▶ **What this task involves**: The stretch wanted below opens at the line containing "void follow(const History&" and closes at the line containing "found a few". Please return it exactly, with no other lines.

▶ **Supplied records**:
⁂
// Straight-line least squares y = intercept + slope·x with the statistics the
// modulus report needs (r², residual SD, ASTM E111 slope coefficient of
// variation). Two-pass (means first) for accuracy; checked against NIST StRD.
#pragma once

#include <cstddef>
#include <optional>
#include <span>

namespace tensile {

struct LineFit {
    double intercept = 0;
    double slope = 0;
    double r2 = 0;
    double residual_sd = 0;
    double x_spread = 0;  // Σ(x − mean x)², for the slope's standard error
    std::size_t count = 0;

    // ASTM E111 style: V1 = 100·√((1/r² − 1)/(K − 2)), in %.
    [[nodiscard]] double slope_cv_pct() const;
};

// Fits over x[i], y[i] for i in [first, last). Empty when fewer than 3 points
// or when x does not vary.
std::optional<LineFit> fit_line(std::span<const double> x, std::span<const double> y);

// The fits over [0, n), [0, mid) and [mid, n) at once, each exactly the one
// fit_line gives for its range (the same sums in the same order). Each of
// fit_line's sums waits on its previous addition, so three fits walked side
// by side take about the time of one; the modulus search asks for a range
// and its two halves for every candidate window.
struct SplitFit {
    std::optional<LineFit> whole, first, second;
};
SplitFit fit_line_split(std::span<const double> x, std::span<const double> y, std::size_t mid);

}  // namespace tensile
⁂
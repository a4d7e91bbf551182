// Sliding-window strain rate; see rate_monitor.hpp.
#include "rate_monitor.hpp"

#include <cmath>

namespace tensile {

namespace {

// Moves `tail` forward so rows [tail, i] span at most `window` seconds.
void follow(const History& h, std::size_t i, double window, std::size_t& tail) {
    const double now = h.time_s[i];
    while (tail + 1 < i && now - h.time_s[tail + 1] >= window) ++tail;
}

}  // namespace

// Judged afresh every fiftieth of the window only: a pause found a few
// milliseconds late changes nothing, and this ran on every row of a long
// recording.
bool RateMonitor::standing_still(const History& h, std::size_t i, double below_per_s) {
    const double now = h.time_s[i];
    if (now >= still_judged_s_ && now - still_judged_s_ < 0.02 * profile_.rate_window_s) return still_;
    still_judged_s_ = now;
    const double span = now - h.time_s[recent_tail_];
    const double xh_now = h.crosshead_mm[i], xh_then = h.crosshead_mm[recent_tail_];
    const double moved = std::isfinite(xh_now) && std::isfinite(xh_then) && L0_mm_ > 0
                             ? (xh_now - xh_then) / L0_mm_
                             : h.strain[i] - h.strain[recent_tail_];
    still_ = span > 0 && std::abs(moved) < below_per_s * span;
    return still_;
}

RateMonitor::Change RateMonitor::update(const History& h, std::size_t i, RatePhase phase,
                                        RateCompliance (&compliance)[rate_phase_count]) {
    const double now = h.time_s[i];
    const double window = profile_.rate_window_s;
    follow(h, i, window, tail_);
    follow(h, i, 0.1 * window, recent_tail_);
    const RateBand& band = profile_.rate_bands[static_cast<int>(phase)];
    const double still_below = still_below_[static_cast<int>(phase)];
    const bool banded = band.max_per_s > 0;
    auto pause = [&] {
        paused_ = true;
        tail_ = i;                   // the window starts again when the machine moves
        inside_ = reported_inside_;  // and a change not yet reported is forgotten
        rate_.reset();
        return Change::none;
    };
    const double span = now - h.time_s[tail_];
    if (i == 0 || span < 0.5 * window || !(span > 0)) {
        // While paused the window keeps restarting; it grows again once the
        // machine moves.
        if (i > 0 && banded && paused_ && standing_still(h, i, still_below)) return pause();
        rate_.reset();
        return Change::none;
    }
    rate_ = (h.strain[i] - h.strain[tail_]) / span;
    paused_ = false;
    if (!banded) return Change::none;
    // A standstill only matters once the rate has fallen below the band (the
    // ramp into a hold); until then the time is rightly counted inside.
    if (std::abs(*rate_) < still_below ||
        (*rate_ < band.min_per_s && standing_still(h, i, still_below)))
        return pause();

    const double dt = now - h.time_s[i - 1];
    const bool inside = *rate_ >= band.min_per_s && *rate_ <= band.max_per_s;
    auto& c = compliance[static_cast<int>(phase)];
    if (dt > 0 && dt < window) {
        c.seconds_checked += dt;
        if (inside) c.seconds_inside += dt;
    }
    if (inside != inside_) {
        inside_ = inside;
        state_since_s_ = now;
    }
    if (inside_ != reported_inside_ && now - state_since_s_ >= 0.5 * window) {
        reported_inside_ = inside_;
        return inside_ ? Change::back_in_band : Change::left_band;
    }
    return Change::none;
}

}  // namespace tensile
⁂
▶ **Exercise result**:
void follow(const History& h, std::size_t i, double window, std::size_t& tail) {
    const double now = h.time_s[i];
    while (tail + 1 < i && now - h.time_s[tail + 1] >= window) ++tail;
}

}  // namespace

// Judged afresh every fiftieth of the window only: a pause found a few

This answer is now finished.